Once again I am a weird pregnant woman or a bad mother who hates babies because I am annoyed by ALL THE ULTRASOUNDS that people post online. I still think they all look like clouds. I still think the 3D ones look like creepy butter zombies.
And here's me being just a prude... I think it's inappropriate to post a crotch shot of your fetus to announce it's sex. Am I crazy? I mean this far along, odds are good that it's gonna be a person someday. I wouldn't want my vagina on the internet, anywhere, even if it was my pre-vagina before I was born. Something weirds me about about this.
We also had a mini-talk in a community about "crowning shots" on facebook, ie photos of a baby just about to be emerge out of a vagina and into the world. I had no idea this was on the childbirth photo checklist but apparently it's the thing to do these days. And people were saying it should be totally okay to post online or share with family and friends, because it's not your vagina, it's birth, it's amazing and beautiful.

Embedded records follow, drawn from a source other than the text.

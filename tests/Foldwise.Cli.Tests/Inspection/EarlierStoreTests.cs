namespace Foldwise.Cli.Tests.Inspection;

public sealed class EarlierStoreTests
{
    [Fact]
    public void A_store_whose_definition_uses_retired_names_still_opens_for_history_and_show()
    {
        // Given a store written before the renames: its kept definition says min_rounds / max_rounds and int
        string earlier = InspectedStore.Definition
            .Replace("\"first_rung\"", "\"min_rounds\"", StringComparison.Ordinal)
            .Replace("\"full_budget\"", "\"max_rounds\"", StringComparison.Ordinal)
            .Replace("\"lightgbm\": {}", "\"lightgbm\": { \"leaves\": {\"int\": [8, 64]} }", StringComparison.Ordinal);
        Assert.Contains("min_rounds", earlier);
        using var store = new InspectedStore(definitionJson: earlier);

        // When a lead lists its trials and shows the promoted one
        var history = CliHarness.Run("history", store.Path);
        var show = CliHarness.Run("show", store.Path, "3");

        // Then both read the old names as the new ones
        Assert.True(history.ExitCode == 0, history.Output);
        Assert.Contains("6 trial(s)", history.Output);
        Assert.True(show.ExitCode == 0, show.Output);
        Assert.Contains("1, 15 rounds", show.Output);
    }
}
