using Foldwise.Core.Blending;

namespace Foldwise.Core.Tests.Blending;

public sealed class SimplexProjectionTests
{
    [Fact]
    public void Projects_the_worked_example()
    {
        // Given v = (0.4, 0.3, 0.6): sorted 0.6, 0.4, 0.3, ρ = 3, θ = (1.3 − 1)/3 = 0.1
        // When
        var w = SimplexProjection.Project([0.4, 0.3, 0.6]);

        // Then (0.3, 0.2, 0.5) — Duchi et al., ICML 2008, Figure 1 algorithm
        Assert.Equal(0.3, w[0], 1e-15);
        Assert.Equal(0.2, w[1], 1e-15);
        Assert.Equal(0.5, w[2], 1e-15);
    }

    [Fact]
    public void Leaves_a_point_of_the_simplex_where_it_is()
    {
        var w = SimplexProjection.Project([0.25, 0.0, 0.75]);

        Assert.Equal([0.25, 0.0, 0.75], w);
    }

    [Fact]
    public void Clips_a_far_away_point_to_a_vertex()
    {
        var w = SimplexProjection.Project([-3.0, 5.0, 1.0]);

        Assert.Equal([0.0, 1.0, 0.0], w);
    }

    [Fact]
    public void Finds_the_closest_point_of_the_simplex()
    {
        var random = new Random(3);
        for (int trial = 0; trial < 50; trial++)
        {
            // Given a random vector
            var v = Enumerable.Range(0, 6).Select(_ => 2 * BlendFakes.Normal(random)).ToArray();

            // When
            var w = SimplexProjection.Project(v);

            // Then it is on the simplex and no random simplex point is closer
            Assert.All(w, x => Assert.True(x >= 0));
            Assert.Equal(1.0, w.Sum(), 1e-12);
            double distance = Distance(v, w);
            for (int other = 0; other < 200; other++)
            {
                var raw = Enumerable.Range(0, 6).Select(_ => -Math.Log(1 - random.NextDouble())).ToArray();
                var point = raw.Select(x => x / raw.Sum()).ToArray();
                Assert.True(distance <= Distance(v, point) + 1e-12);
            }
        }
    }

    [Fact]
    public void Rejects_an_empty_vector()
    {
        Assert.Throws<ArgumentException>(() => SimplexProjection.Project([]));
    }

    private static double Distance(double[] a, double[] b) => Math.Sqrt(a.Zip(b, (x, y) => (x - y) * (x - y)).Sum());
}
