using Foldwise.Core.Blending;

namespace Foldwise.Core.Tests.Blending;

public sealed class GreedySelectionTests
{
    [Fact]
    public void Pairs_two_columns_whose_errors_cancel()
    {
        // Given y = 0 and columns with errors +1 and −1 (hand-derived: round 1 ties at error 2 and takes
        // the first column; round 2 adding the second gives the average 0, adding the first again gives 2)
        double[][] columns = [[1, 1], [-1, -1]];

        // When
        var result = GreedySelection.Solve(columns, [0.0, 0.0], rounds: 2);

        // Then
        Assert.Equal([0.5, 0.5], result.Weights);
        Assert.Equal(0.0, result.Objective);
    }

    [Fact]
    public void Takes_the_best_single_column_in_one_round()
    {
        // Given
        var (columns, y) = BlendFakes.Problem(31, 12, 200);
        int best = Enumerable.Range(0, 12).MinBy(j => BlendFakes.SumOfSquares([columns[j]], [1.0], y));

        // When
        var result = GreedySelection.Solve(columns, y, rounds: 1);

        // Then
        Assert.Equal(1.0, result.Weights[best]);
    }

    [Fact]
    public void Gives_weights_in_steps_of_one_over_the_rounds_and_never_beats_the_exact_simplex()
    {
        // Given
        var (columns, y) = BlendFakes.Problem(32, 20, 300);

        // When
        var greedy = GreedySelection.Solve(columns, y, rounds: 40);
        var exact = SimplexLeastSquares.Solve(columns, y);

        // Then
        Assert.All(greedy.Weights, w => Assert.Equal(Math.Round(w * 40), w * 40, 1e-12));
        Assert.Equal(1.0, greedy.Weights.Sum(), 1e-12);
        Assert.True(greedy.Objective >= exact.Objective * (1 - 1e-12));
    }

    [Fact]
    public void Rejects_zero_rounds()
    {
        Assert.Throws<ArgumentOutOfRangeException>(() => GreedySelection.Solve([[1.0]], [1.0], rounds: 0));
    }
}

Actually I would say that it IS your vagina, what's more, it's your vagina in some kind of scary demon state. When I had Josie I was naked, sure, that's how I was comfortable. I also kept my glasses off. I did not really want to see the details. I did not feel like my vagina was beautiful, I felt like it was... necessary? Needed a shower after all this? I was a bit worried about it, it seemed stressed? It never crossed my mind to yell, "You guys totally snap a photo of this for the baby book, we'll put it right by the tiny footprints!"
It's not that I don't love the human body, I do. And heaven knows I've shown mine to people... didn't mind nursing in public, love shedding more than what's legal out on the float trips, let my daughter spend a great deal of her age 12-20 months without clothes (as long as the diaper stayed on, eesh) because she was just excited about her ability to take them off. But there's no photographic evidence of that, especially not on the internet. There's a such thing as "oversharing", and this stuff lasts forever. Even if you're a fetus. Am I nuts?